◆ What you will do
Each line from the one containing "const values = ticks.map((t)" through the last line of the records below is to be repeated as written, with nothing added.

◆ Extracted data

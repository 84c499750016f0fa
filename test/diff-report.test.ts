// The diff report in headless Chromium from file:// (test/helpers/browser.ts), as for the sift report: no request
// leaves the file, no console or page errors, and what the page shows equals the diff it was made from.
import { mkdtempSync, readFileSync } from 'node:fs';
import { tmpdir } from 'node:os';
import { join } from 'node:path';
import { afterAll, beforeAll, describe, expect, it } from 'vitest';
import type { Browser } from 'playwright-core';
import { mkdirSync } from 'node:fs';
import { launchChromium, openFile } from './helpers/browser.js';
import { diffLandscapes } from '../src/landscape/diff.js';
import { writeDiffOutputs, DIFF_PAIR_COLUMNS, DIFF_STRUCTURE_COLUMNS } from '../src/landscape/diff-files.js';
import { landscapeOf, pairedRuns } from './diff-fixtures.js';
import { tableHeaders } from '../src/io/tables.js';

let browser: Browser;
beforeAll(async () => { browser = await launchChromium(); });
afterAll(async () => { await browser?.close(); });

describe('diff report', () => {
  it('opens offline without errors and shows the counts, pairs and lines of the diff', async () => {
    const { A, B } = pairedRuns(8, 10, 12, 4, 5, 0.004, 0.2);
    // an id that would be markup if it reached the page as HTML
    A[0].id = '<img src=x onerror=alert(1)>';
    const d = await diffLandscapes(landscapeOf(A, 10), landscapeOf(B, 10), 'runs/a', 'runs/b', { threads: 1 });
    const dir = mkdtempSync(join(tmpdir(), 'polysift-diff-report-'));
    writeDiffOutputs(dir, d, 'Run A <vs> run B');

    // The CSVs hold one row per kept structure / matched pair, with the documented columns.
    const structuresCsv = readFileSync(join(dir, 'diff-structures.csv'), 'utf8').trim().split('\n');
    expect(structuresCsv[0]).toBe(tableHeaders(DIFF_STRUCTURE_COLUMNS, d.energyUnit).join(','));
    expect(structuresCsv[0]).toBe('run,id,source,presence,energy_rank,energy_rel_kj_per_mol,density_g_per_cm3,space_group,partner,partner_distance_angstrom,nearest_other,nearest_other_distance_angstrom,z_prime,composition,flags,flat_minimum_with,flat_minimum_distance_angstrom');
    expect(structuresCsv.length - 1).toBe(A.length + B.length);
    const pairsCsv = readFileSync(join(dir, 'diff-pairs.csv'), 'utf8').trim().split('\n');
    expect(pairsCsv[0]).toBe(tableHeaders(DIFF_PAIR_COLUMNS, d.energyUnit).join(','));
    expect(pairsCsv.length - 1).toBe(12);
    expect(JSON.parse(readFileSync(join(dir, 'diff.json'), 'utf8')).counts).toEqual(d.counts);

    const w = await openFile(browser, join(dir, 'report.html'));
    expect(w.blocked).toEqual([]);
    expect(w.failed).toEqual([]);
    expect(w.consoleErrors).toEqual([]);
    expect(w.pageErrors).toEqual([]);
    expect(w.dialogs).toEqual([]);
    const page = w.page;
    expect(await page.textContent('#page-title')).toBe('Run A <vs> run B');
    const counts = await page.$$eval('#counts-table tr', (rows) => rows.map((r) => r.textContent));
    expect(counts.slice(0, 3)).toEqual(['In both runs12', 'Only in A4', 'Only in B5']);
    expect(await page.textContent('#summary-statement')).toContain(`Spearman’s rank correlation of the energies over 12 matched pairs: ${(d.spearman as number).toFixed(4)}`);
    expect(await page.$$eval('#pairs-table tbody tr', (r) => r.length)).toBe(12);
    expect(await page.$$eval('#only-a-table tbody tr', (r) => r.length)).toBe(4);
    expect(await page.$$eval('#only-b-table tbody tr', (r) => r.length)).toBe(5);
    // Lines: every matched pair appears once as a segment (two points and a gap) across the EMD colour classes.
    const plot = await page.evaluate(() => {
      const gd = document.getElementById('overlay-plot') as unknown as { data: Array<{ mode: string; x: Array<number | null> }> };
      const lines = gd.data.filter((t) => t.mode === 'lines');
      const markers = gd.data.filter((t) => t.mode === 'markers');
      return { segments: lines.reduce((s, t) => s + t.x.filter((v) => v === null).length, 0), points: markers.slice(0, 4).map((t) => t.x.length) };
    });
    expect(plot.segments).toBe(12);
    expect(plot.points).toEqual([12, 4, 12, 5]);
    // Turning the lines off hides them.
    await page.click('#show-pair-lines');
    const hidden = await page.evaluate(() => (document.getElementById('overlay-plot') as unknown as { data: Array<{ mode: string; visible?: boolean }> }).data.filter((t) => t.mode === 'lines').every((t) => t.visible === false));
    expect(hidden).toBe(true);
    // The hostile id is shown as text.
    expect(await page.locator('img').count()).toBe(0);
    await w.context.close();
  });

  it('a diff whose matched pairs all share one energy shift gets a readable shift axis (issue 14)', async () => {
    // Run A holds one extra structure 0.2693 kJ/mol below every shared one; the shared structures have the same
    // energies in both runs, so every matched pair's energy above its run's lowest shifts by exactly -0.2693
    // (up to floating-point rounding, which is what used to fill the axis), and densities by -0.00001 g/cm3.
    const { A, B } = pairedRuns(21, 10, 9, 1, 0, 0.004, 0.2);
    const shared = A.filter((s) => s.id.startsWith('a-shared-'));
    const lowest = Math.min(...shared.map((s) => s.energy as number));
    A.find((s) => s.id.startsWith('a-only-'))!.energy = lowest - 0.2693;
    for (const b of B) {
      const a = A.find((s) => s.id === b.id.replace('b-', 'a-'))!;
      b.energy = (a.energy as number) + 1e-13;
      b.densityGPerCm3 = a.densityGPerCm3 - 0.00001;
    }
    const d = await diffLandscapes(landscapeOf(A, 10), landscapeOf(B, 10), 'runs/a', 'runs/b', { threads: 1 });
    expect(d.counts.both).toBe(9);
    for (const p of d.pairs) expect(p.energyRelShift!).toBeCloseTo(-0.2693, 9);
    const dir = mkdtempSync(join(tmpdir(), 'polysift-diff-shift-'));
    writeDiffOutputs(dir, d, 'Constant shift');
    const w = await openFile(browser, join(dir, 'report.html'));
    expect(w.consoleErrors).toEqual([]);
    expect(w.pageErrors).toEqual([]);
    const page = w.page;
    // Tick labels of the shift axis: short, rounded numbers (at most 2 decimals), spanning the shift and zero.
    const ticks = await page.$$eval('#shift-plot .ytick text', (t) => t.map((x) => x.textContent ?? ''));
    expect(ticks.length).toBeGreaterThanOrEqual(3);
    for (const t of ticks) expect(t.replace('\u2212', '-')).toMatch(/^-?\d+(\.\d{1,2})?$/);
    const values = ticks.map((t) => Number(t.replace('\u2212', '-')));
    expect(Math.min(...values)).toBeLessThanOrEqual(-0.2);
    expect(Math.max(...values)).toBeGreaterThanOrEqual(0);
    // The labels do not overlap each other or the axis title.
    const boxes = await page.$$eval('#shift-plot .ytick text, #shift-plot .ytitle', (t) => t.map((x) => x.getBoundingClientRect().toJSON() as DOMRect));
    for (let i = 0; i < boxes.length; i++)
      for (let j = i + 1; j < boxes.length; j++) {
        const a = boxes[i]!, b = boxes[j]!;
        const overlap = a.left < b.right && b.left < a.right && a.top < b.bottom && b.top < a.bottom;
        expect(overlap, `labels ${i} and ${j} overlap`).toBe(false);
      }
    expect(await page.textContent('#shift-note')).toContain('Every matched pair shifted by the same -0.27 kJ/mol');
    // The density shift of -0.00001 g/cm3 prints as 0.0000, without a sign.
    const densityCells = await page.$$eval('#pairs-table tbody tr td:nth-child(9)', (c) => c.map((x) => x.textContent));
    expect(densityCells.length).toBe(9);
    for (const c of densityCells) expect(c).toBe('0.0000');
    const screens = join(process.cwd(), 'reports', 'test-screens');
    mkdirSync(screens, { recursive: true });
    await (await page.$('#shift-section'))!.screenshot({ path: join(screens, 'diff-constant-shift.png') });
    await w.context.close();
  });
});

◆ Output of the exercise
    const values = ticks.map((t) => Number(t.replace('\u2212', '-')));
    expect(Math.min(...values)).toBeLessThanOrEqual(-0.2);
    expect(Math.max(...values)).toBeGreaterThanOrEqual(0);
    // The labels do not overlap each other or the axis title.
    const boxes = await page.$$eval('#shift-plot .ytick text, #shift-plot .ytitle', (t) => t.map((x) => x.getBoundingClientRect().toJSON() as DOMRect));
    for (let i = 0; i < boxes.length; i++)
      for (let j = i + 1; j < boxes.length; j++) {
        const a = boxes[i]!, b = boxes[j]!;
        const overlap = a.left < b.right && b.left < a.right && a.top < b.bottom && b.top < a.bottom;
        expect(overlap, `labels ${i} and ${j} overlap`).toBe(false);
      }
    expect(await page.textContent('#shift-note')).toContain('Every matched pair shifted by the same -0.27 kJ/mol');
    // The density shift of -0.00001 g/cm3 prints as 0.0000, without a sign.
    const densityCells = await page.$$eval('#pairs-table tbody tr td:nth-child(9)', (c) => c.map((x) => x.textContent));
    expect(densityCells.length).toBe(9);
    for (const c of densityCells) expect(c).toBe('0.0000');
    const screens = join(process.cwd(), 'reports', 'test-screens');
    mkdirSync(screens, { recursive: true });
    await (await page.$('#shift-section'))!.screenshot({ path: join(screens, 'diff-constant-shift.png') });
    await w.context.close();
  });
});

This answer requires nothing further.